Tugas utama seorang patih terdiri dari tiga hal: ia mendaftarkan semua sawah yang ada di kabupaten; ia bertanggung jawab atas semua jalan dan jembatan, kecil maupun besar; dan ia mengawasi semua bangunan resmi, seperti kabupaten (kediaman Bupati), rumah asisten residen dan kontrolir, penjara, serta gudang garam dan kopi. Semua pekerjaan dilakukan dengan bantuan tenaga kerja paksa dan biayanya dibebankan pada desa-desa. Pemerintah tidak menyediakan uang untuk ini, karena penduduk tidak membayar pajak melainkan hanya cuke sebesar sepersepuluh dari hasil sawah dan ladang. Pajak dalam bentuk ini dikumpulkan di bawah pengawasan kepala desa, yang melapor kepada wedana.
Diangkat Menjadi Wedana Distrik Sumedang
Pada Juni 1869 aku diangkat sebagai wedana distrik Sumedang. Pada tahun yang sama, anak pertamaku, seorang laki-laki, lahir. Kami menamainya Pahrussuhada, ia meninggal di usia dini dua tahun. Pada tahun 1871 istriku, Nyai Raden Ratnainten (Armunah), meninggal karena serangan kolera ganas, setelah hanya sakit selama lima jam.
Tahun 1871 adalah tahun reorganisasi di Priangan. Untuk memulai ini, Tuan Van Rees, anggota Dewan Hindia, dikirim ke Sumedang sebagai komisaris pemerintah. Ia menetap di sini selama enam bulan dan ditempatkan di kabupaten. Sekretarisnya adalah Tuan Levyssohn Norman, Asisten-Residen Mr. Cornelis, dan sebelumnya kontrolir Sumedang. Mereka melakukan tur inspeksi ke barat (Bandung, Cianjur) dan ke selatan (Garut, Tasikmalaya) sebulan sekali. Atas perintah residen, aku selalu siap membantu komisaris dan menyerahkan tugasku kepada camat.

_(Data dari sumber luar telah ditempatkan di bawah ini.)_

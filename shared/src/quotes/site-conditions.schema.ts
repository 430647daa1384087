import * as z from 'zod';
import { RecordIdSchema } from '../http/bounds';
import { BallparkSchema } from '../pricing/ballpark.schema';
import { AdderEffectSchema } from '../pricing/rate-book.schema';

const condition = z.object({
  id: z.number().int(),
  name: z.string(),
  effect: AdderEffectSchema,
  appliesWhenBuiltBefore: z.number().int().nullable(),
});

/** The site conditions flagged on a request, and those the assigned contractor's rate book offers. */
export const SiteConditionsSchema = z.object({
  adderIds: z.array(z.number().int()),
  available: z.array(condition),
});
export type SiteConditions = z.infer<typeof SiteConditionsSchema>;

export const UpdateSiteConditionsSchema = z.object({
  adderIds: z
    .array(RecordIdSchema)
    .max(20)
    .refine((ids) => new Set(ids).size === ids.length, { error: 'A condition is listed twice' }),
});
export type UpdateSiteConditions = z.infer<typeof UpdateSiteConditionsSchema>;

/** The ballpark range of a request (an estimate, not a quote) with what it was computed from. */
export const RequestBallparkSchema = BallparkSchema.extend({
  requestId: z.number().int(),
  contractorName: z.string(),
  yearBuilt: z.number().int().nullable(),
  itemCount: z.number().int(),
  siteConditions: z.array(z.object({ id: z.number().int(), name: z.string() })),
});
export type RequestBallpark = z.infer<typeof RequestBallparkSchema>;
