// backwardError is max_i |c_i − ĉ_i| / max_i |c_i| between the monic form
// of p and the monic polynomial with the given roots.
func backwardError(p poly.Poly, roots []complex128) float64 {
	n := len(p) - 1
	rebuilt := fromRootsC(roots)
	var num, den float64
	for i := 0; i <= n; i++ {
		c := p[i] / p[n]
		num = max(num, cmplx.Abs(complex(c, 0)-rebuilt[i]))
		den = max(den, math.Abs(c))
	}
	return num / den
}

func fromRootsC(roots []complex128) []complex128 {
	c := []complex128{1}
	for _, r := range roots {
		next := make([]complex128, len(c)+1)
		for i, v := range c {
			next[i+1] += v
			next[i] -= r * v
		}
		c = next
	}
	return c
}

// inputBackwardError measures the backward error on the monic input when
// its coefficients and the rebuilt ones are finite, else on the rescaled one.
func inputBackwardError(p poly.Poly, roots []complex128, w poly.Poly, wroots []complex128) float64 {
	if len(p) <= 1 {
		return 0
	}
	be := backwardError(p, roots)
	if math.IsNaN(be) || math.IsInf(be, 0) {
		if len(w) <= 1 {
			return 0
		}
		return backwardError(w, wroots)
	}
	return be
}
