impl BoundedAssign {
    fn new(n: usize) -> Self {
        BoundedAssign {
            upper: vec![f64::INFINITY; n],
            lower: vec![0.0; n],
            last: Vec::new(),
            near: None,
        }
    }

    fn pass(
        &mut self,
        vectors: &VectorSet,
        codewords: &[f32],
        labels: &mut [u32],
    ) -> Result<Partial> {
        let d = vectors.dimension();
        let k = codewords.len() / d;
        let rel = rounding_margin(d);
        let first = self.last.len() != codewords.len();
        let (moved, near, half_gap) = if first {
            (vec![0.0; k], None, Vec::new())
        } else {
            let moved: Vec<f64> = (0..k)
                .map(|j| {
                    exact_sq(
                        &self.last[j * d..(j + 1) * d],
                        &codewords[j * d..(j + 1) * d],
                    )
                    .sqrt()
                        * (1.0 + rel)
                })
                .collect();
            match &mut self.near {
                _ if k > NEIGHBOUR_LISTS_UP_TO => self.near = None,
                Some(n) if n.size() == k => n.refresh(codewords, d),
                _ => self.near = Some(Neighbours::new(codewords, d)),
            }
            let near = self.near.as_ref();
            let half_gap: Vec<f64> = match &near {
                Some(n) => (0..k).map(|a| n.half_gap(a)).collect(),
                None => (0..k)
                    .into_par_iter()
                    .map(|a| {
                        let ca = &codewords[a * d..(a + 1) * d];
                        let gap = (0..k)
                            .filter(|&j| j != a)
                            .map(|j| exact_sq(ca, &codewords[j * d..(j + 1) * d]))
                            .fold(f64::INFINITY, f64::min);
                        0.5 * gap.sqrt()
                    })
                    .collect(),
            };
            (moved, near, half_gap)
        };
        let encoder = Encoder::new(codewords, d)?;
        // Only the blocked kernel beats long neighbour lists; a tree batch
        // (low dimensions) is a search per vector like theirs.
        let blocked = encoder.batch_method() == SearchMethod::Scan;
        // The largest move and the largest move of any other codeword.
        let (mut top, mut top_at, mut runner) = (0.0f64, usize::MAX, 0.0f64);
        for (j, &m) in moved.iter().enumerate() {
            if m > top {
                runner = top;
                top = m;
                top_at = j;
            } else if m > runner {
                runner = m;
            }
        }
        let flat = vectors.as_flat();
        let weights = vectors.weights();
        let partials: Vec<Partial> = labels
            .par_chunks_mut(CHUNK_ROWS)
            .zip(self.upper.par_chunks_mut(CHUNK_ROWS))
            .zip(self.lower.par_chunks_mut(CHUNK_ROWS))
            .zip(flat.par_chunks(CHUNK_ROWS * d))
            .enumerate()
            .map(|(c, (((lab, up), low), rows))| {
                let mut p = Partial::empty(k, d);
                // Each vector's exact squared distance to its codeword when
                // this pass measured it (NaN otherwise), for the sums.
                let mut measured = vec![f64::NAN; lab.len()];
                // Vectors left to one batch search of the chunk: all on the
                // first pass; later, those whose neighbour list within reach
                // is too long for a single search to beat the batch kernel.
                let mut pending: Vec<usize> = Vec::new();
                if first {
                    pending.extend(0..lab.len());
                } else {
                    for (j, r) in rows.chunks_exact(d).enumerate() {
                        let a = lab[j] as usize;
                        up[j] += moved[a];
                        low[j] -= if a == top_at { runner } else { top };
                        let bound = low[j].max(half_gap[a]) * (1.0 - rel);
                        if up[j] * (1.0 + rel) + BOUND_FLOOR < bound {
                            continue;
                        }
                        measured[j] = exact_sq(r, &codewords[a * d..(a + 1) * d]);
                        up[j] = measured[j].sqrt();
                        if up[j] * (1.0 + rel) + BOUND_FLOOR < bound {
                            continue;
                        }
                        match &near {
                            Some(near)
                                if !blocked
                                    || !near.measures_more_than(a, up[j], rel, k / BATCH_GAIN) =>
                            {
                                let (two, beyond) = near.nearest_two(r, a, up[j], codewords, rel);
                                let (l, u, lo) = (&mut lab[j], &mut up[j], &mut low[j]);
                                let (changed, e) = settle(r, codewords, two, beyond, l, u, lo);
                                p.changed += u64::from(changed);
                                measured[j] = e;
                            }
                            _ => pending.push(j),
                        }
                    }
                }
                if !pending.is_empty() {
                    let gathered: Vec<f32>;
                    let queries = if pending.len() == lab.len() {
                        rows
                    } else {
                        gathered = gather_rows(rows, d, &pending);
                        &gathered
                    };
                    let mut two = vec![NearestTwo::NONE; pending.len()];
                    encoder.nearest_two_batch(queries, &mut two);
                    for (&j, t) in pending.iter().zip(two) {
                        let r = &rows[j * d..(j + 1) * d];
                        let (l, u, lo) = (&mut lab[j], &mut up[j], &mut low[j]);
                        let (changed, e) = settle(r, codewords, t, f64::INFINITY, l, u, lo);
                        p.changed += u64::from(changed);
                        measured[j] = e;
                    }
                }
                // Sums in row order, whatever was searched how; a distance
                // measured above is the one `add` would measure.
                for (j, r) in rows.chunks_exact(d).enumerate() {
                    let w = weights.map_or(1.0, |w| w[c * CHUNK_ROWS + j]);
                    if measured[j].is_nan() {
                        p.add(r, w, lab[j] as usize, codewords);
                    } else {
                        p.add_measured(r, w, lab[j] as usize, measured[j]);
                    }
                }
                p
            })
            .collect();
        self.last.clear();
        self.last.extend_from_slice(codewords);
        Ok(reduce(partials, k, d))
    }
}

Reorganisasi mulai berlaku pada tanggal 1 Juni. Iuran hasil panen dihapuskan dan digantikan dengan pajak dalam bentuk uang. Sejak itu, semua pegawai negeri, dari tingkat tinggi hingga rendah, dibayar upah tunai. Gaji bulanan seorang juru tulis adalah fl. 15,-; mantri fl. 25,-; camat fl. 100,-; wadana fl. 200,-; dan penarik pajak fl. 200,-, ditambah persentase tertentu. Gaji tertinggi diterima oleh bupati, yang dibayar fl. 20.000,- setahun, ditambah tunjangan khusus. Tunjangan khusus ini bervariasi sesuai luas sawah di kabupaten. Bupati Sukapura dan Garut menerima fl. 10.000,-, bupati Sumedang dan Cianjur fl. 24.000,-, dan bupati Bandung fl. 100.000,- setahun. Yang terakhir ini hanya langkah sementara. Penerus mereka hanya akan diberikan gaji.
Sekitar setahun setelah kematian istriku, aku menikahi R. Ajeng Sangkaningrat, putri lain dari pamanku sang Pangeran dari istrinya, R. Ayu Rajapamerat, putri bupati Bandung yang dikenal sebagai Dalem Karanganyar. Pernikahan ini dirayakan dengan kemegahan dan upacara yang layak di hadapan banyak penonton, termasuk banyak tamu Eropa, mungkin karena mempelai perempuan adalah putri bupati pertama yang bersekolah di sekolah Eropa. Sekolah Sumedang yang dipimpin oleh Tuan Warnaar adalah yang pertama dibuka di Priangan, semua 12 muridnya adalah anak-anak bupati. Tidak ada yang dari Cianjur, di mana orang masih berpegang pada adat lama dan enggan diajar oleh guru yang bukan muslim.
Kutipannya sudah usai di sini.